TASK GOAL
Beneath this instruction is a block of data; output from it exactly the lines that run from the one containing "running RMS window" through the one containing "For a steady", inclusive.

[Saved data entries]
********

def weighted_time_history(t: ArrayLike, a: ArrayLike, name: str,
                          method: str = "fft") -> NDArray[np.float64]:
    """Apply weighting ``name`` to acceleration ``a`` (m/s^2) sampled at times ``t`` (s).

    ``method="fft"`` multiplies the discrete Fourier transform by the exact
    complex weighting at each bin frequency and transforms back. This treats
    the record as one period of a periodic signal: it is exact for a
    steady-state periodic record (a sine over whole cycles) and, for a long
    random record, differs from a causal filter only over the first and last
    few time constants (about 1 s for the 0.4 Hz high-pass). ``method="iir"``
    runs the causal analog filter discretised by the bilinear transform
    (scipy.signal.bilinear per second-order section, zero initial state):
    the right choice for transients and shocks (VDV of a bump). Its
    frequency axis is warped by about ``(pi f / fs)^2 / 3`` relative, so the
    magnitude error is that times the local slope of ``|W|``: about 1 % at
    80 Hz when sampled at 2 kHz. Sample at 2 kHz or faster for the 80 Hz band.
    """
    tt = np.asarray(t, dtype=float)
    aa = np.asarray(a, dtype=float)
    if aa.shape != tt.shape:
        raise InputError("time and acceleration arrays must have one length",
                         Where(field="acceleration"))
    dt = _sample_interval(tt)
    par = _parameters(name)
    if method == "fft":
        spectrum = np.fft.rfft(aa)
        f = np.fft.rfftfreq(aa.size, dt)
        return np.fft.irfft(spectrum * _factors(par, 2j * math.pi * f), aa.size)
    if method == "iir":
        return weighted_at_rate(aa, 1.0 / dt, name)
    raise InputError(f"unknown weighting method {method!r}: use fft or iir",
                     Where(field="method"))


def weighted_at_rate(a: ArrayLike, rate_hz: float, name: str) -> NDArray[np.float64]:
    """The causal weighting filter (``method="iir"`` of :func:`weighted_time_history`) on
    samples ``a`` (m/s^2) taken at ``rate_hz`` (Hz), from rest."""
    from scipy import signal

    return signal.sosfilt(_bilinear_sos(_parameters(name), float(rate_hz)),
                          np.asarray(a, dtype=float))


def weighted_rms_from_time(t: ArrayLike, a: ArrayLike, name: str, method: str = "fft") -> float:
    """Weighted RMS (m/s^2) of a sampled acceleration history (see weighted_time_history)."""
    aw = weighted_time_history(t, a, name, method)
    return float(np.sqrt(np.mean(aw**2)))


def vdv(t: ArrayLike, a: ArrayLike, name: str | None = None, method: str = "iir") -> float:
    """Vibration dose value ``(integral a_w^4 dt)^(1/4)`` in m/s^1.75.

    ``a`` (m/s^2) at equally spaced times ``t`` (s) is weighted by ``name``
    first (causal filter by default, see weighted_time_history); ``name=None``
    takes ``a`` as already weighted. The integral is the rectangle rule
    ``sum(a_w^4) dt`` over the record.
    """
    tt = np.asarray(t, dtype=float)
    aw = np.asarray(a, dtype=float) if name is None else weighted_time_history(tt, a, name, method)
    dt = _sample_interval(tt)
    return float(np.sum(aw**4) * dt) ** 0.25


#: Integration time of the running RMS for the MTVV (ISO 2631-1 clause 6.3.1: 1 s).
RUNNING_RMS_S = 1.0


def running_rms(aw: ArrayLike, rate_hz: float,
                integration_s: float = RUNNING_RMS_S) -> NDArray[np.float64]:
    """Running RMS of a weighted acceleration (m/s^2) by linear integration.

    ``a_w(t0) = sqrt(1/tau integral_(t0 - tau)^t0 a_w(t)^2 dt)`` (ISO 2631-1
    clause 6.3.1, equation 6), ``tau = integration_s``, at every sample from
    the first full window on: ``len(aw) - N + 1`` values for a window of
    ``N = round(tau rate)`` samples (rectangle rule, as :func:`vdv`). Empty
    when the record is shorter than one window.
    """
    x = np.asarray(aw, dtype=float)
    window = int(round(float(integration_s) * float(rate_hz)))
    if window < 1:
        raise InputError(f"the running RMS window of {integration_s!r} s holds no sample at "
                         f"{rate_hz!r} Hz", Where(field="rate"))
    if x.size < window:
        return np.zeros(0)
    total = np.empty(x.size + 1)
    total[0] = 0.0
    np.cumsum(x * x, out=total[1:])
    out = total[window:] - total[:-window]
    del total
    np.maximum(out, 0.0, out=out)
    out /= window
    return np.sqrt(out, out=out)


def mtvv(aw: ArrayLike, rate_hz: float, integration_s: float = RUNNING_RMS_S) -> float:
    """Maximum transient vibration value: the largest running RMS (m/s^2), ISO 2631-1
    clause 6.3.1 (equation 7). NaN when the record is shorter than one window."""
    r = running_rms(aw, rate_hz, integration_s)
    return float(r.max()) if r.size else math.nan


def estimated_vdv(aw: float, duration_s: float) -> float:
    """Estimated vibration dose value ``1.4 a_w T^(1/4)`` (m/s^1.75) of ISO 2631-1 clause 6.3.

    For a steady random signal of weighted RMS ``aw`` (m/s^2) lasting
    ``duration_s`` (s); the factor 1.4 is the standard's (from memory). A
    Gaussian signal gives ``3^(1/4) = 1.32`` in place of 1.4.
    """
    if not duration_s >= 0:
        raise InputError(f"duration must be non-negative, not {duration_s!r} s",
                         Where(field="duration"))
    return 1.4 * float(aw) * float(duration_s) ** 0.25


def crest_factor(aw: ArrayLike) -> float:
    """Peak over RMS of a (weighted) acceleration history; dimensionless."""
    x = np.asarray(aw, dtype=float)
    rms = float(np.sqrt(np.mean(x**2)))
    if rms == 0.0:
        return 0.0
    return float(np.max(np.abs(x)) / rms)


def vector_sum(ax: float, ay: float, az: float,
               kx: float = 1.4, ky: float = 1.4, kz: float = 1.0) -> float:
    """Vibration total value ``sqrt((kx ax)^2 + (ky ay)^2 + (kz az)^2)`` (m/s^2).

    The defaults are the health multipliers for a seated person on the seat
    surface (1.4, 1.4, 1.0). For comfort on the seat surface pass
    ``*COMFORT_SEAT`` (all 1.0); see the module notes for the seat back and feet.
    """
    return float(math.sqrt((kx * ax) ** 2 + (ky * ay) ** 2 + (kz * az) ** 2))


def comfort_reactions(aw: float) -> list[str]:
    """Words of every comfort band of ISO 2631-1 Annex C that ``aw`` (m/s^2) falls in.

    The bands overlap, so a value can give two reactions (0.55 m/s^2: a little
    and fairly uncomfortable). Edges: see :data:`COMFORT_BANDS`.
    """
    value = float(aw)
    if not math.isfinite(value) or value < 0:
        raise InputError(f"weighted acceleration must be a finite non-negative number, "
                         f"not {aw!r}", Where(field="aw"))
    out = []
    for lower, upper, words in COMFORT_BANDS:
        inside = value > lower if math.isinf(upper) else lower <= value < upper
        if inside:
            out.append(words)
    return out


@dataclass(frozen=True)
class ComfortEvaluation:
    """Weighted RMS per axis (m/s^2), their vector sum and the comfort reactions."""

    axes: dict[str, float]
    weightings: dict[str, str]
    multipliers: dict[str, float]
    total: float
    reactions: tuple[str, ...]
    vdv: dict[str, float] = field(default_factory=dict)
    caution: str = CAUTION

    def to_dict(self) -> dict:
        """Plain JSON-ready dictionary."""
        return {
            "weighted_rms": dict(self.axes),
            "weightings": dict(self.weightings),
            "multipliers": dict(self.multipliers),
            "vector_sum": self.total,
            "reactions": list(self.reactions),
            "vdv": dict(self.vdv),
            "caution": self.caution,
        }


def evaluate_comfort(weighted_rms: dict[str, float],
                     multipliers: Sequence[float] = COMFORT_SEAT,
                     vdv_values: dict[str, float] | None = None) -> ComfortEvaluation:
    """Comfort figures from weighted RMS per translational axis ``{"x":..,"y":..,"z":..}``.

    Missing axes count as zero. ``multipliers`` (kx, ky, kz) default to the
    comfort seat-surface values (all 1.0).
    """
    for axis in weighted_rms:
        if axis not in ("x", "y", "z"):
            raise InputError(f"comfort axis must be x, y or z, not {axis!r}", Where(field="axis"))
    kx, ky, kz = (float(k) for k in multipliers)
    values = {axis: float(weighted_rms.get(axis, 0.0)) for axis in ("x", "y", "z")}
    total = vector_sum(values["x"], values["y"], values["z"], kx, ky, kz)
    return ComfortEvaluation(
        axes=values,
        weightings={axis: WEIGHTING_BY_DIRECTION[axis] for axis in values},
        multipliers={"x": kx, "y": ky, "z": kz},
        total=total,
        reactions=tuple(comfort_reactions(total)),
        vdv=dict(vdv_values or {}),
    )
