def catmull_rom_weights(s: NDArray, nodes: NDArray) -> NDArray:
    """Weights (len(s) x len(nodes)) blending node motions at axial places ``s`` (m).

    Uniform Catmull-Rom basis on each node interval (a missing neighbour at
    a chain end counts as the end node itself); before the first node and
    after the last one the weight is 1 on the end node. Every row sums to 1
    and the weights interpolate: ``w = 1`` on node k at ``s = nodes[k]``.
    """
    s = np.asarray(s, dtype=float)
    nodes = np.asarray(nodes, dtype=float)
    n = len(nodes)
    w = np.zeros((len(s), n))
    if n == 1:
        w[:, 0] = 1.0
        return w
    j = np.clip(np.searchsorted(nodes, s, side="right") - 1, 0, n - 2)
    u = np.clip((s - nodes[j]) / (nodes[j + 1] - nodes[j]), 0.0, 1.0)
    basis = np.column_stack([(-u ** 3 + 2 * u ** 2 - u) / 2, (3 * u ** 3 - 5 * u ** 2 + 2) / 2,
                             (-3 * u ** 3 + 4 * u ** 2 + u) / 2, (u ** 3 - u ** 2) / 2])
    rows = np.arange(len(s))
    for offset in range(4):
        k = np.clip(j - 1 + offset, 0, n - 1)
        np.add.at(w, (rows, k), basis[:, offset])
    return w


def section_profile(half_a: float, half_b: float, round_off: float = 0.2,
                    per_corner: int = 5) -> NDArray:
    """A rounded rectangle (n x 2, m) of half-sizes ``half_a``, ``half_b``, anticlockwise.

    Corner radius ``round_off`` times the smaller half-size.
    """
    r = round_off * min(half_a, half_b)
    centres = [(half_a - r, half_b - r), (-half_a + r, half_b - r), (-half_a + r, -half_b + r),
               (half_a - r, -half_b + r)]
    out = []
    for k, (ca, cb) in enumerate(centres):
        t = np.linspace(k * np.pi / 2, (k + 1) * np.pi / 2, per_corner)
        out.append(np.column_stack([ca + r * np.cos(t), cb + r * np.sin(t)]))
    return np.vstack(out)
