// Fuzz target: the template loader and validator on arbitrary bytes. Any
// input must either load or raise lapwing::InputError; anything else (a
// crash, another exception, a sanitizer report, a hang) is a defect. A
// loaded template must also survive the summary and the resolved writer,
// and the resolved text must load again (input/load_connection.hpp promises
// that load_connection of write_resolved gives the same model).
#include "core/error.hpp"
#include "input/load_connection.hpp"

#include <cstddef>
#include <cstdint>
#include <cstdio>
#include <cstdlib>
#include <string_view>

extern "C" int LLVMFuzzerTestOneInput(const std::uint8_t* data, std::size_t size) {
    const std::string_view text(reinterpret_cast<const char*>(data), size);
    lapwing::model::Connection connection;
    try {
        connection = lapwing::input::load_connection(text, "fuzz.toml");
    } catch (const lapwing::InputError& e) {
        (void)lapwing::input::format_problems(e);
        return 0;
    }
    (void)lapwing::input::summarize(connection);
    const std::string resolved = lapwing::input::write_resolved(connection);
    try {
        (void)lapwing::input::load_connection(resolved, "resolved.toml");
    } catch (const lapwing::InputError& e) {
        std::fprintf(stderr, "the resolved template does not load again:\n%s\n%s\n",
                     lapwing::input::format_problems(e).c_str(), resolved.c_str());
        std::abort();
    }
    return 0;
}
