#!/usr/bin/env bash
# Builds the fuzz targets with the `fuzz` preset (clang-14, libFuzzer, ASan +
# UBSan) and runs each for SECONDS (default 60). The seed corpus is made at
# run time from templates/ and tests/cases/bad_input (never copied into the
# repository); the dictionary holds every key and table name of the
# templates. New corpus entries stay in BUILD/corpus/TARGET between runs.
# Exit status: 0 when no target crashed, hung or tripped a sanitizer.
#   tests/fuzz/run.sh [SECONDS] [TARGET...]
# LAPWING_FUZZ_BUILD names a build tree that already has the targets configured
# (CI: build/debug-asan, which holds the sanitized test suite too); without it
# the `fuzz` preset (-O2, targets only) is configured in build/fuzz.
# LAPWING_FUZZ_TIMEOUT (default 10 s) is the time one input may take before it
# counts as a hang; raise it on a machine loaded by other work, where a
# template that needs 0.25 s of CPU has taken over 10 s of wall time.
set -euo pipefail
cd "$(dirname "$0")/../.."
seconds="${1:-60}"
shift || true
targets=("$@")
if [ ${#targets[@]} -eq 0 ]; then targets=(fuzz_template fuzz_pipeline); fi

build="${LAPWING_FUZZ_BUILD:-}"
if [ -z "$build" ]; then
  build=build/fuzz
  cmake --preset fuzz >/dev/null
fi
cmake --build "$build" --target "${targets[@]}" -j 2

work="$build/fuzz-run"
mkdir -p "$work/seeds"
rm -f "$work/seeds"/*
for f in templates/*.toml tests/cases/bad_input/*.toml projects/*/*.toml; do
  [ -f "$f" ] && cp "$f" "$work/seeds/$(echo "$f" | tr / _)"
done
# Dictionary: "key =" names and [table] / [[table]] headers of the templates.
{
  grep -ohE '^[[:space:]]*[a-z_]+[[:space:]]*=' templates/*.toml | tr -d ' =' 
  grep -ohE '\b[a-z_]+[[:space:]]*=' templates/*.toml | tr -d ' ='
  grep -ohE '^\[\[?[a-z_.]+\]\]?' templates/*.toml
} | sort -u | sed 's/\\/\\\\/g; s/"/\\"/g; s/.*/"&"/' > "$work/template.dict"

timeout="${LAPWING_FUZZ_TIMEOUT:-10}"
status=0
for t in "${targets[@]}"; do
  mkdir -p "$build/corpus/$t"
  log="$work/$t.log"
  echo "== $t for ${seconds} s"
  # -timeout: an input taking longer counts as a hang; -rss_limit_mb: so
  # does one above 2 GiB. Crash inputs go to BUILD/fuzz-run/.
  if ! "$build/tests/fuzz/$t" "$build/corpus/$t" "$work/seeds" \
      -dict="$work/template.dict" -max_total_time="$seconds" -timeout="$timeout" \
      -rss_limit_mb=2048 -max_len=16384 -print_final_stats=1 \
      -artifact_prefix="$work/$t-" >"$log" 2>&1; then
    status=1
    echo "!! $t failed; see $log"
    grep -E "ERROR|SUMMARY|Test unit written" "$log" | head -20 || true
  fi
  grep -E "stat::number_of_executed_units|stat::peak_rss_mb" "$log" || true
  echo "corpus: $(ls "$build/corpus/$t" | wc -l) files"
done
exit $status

********

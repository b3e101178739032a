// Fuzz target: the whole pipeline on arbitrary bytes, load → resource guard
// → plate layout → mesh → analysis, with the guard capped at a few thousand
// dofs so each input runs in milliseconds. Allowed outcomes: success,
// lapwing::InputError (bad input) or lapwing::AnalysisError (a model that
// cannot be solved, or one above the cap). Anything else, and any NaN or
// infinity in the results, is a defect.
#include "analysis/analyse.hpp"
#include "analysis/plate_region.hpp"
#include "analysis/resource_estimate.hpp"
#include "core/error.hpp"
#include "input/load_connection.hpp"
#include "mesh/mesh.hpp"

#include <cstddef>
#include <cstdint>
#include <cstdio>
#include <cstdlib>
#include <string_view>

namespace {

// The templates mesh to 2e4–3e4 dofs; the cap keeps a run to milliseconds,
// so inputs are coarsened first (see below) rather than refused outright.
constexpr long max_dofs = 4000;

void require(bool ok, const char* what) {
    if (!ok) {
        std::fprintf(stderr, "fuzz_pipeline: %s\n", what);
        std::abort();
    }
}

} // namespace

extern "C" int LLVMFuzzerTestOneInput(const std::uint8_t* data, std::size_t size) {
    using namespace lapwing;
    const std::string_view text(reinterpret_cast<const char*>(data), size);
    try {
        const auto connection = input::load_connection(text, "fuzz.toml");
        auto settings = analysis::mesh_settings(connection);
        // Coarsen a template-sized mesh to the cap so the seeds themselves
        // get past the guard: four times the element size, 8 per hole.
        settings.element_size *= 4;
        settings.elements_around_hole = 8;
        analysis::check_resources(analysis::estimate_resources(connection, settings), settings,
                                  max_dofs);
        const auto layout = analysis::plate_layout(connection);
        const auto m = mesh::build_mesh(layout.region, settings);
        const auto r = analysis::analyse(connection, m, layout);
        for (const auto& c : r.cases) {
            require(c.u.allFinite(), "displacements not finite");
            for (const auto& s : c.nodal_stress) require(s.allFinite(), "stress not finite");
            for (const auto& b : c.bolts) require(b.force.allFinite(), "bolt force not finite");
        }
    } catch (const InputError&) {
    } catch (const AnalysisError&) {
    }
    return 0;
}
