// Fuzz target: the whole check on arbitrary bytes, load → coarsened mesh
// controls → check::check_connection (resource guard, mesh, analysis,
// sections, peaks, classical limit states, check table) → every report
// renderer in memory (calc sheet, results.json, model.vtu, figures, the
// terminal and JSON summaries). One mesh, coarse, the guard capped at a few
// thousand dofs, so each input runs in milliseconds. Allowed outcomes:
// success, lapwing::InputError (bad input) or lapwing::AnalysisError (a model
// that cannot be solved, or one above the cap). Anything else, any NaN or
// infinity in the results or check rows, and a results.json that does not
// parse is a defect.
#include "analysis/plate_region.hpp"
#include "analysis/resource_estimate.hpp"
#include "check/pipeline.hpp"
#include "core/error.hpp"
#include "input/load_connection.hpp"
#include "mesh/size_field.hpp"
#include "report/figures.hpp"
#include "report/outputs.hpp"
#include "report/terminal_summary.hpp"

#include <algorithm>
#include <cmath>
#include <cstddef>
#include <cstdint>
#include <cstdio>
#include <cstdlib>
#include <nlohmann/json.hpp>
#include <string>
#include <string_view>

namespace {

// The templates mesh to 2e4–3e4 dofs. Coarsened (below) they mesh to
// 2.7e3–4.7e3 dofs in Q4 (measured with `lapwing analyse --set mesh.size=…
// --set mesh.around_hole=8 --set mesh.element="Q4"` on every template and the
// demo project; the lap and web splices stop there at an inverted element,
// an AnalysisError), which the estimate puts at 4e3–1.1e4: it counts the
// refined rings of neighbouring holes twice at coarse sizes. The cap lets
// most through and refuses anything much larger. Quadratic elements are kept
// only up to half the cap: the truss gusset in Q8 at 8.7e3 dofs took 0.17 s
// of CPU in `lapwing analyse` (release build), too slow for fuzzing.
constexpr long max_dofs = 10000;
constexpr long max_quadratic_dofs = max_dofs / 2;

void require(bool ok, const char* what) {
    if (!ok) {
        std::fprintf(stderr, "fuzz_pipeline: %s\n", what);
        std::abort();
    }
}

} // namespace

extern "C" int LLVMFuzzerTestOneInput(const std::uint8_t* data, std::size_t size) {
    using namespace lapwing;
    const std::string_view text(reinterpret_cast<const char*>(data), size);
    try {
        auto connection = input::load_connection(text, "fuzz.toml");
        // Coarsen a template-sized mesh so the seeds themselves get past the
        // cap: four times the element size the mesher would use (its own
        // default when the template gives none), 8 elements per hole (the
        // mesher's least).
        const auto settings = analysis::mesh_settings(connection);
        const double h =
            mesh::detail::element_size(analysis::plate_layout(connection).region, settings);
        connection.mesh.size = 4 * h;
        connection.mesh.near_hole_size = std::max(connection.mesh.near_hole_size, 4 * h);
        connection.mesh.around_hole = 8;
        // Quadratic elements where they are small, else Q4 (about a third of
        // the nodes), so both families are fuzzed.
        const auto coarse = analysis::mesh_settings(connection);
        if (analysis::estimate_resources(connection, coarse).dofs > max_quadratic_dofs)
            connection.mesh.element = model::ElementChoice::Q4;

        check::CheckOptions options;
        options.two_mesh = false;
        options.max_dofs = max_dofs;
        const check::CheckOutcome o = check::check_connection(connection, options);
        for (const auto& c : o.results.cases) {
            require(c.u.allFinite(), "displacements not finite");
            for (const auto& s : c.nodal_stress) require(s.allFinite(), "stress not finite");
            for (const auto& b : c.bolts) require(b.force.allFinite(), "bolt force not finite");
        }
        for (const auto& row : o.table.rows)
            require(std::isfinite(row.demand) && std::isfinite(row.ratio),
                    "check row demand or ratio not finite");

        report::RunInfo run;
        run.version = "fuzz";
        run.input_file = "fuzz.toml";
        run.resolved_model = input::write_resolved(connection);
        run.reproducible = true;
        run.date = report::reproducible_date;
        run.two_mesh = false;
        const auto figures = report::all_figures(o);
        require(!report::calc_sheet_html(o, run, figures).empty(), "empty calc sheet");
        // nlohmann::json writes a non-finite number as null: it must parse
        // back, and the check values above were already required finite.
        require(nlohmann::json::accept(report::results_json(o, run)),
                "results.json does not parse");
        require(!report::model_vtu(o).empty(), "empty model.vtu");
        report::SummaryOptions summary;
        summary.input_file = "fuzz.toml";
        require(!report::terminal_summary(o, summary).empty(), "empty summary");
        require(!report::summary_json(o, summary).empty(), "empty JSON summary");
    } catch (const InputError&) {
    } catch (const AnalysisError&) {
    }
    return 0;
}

********

RESULT OF THIS EXERCISE
        raise InputError(f"the running RMS window of {integration_s!r} s holds no sample at "
                         f"{rate_hz!r} Hz", Where(field="rate"))
    if x.size < window:
        return np.zeros(0)
    total = np.empty(x.size + 1)
    total[0] = 0.0
    np.cumsum(x * x, out=total[1:])
    out = total[window:] - total[:-window]
    del total
    np.maximum(out, 0.0, out=out)
    out /= window
    return np.sqrt(out, out=out)


def mtvv(aw: ArrayLike, rate_hz: float, integration_s: float = RUNNING_RMS_S) -> float:
    """Maximum transient vibration value: the largest running RMS (m/s^2), ISO 2631-1
    clause 6.3.1 (equation 7). NaN when the record is shorter than one window."""
    r = running_rms(aw, rate_hz, integration_s)
    return float(r.max()) if r.size else math.nan


def estimated_vdv(aw: float, duration_s: float) -> float:
    """Estimated vibration dose value ``1.4 a_w T^(1/4)`` (m/s^1.75) of ISO 2631-1 clause 6.3.

    For a steady random signal of weighted RMS ``aw`` (m/s^2) lasting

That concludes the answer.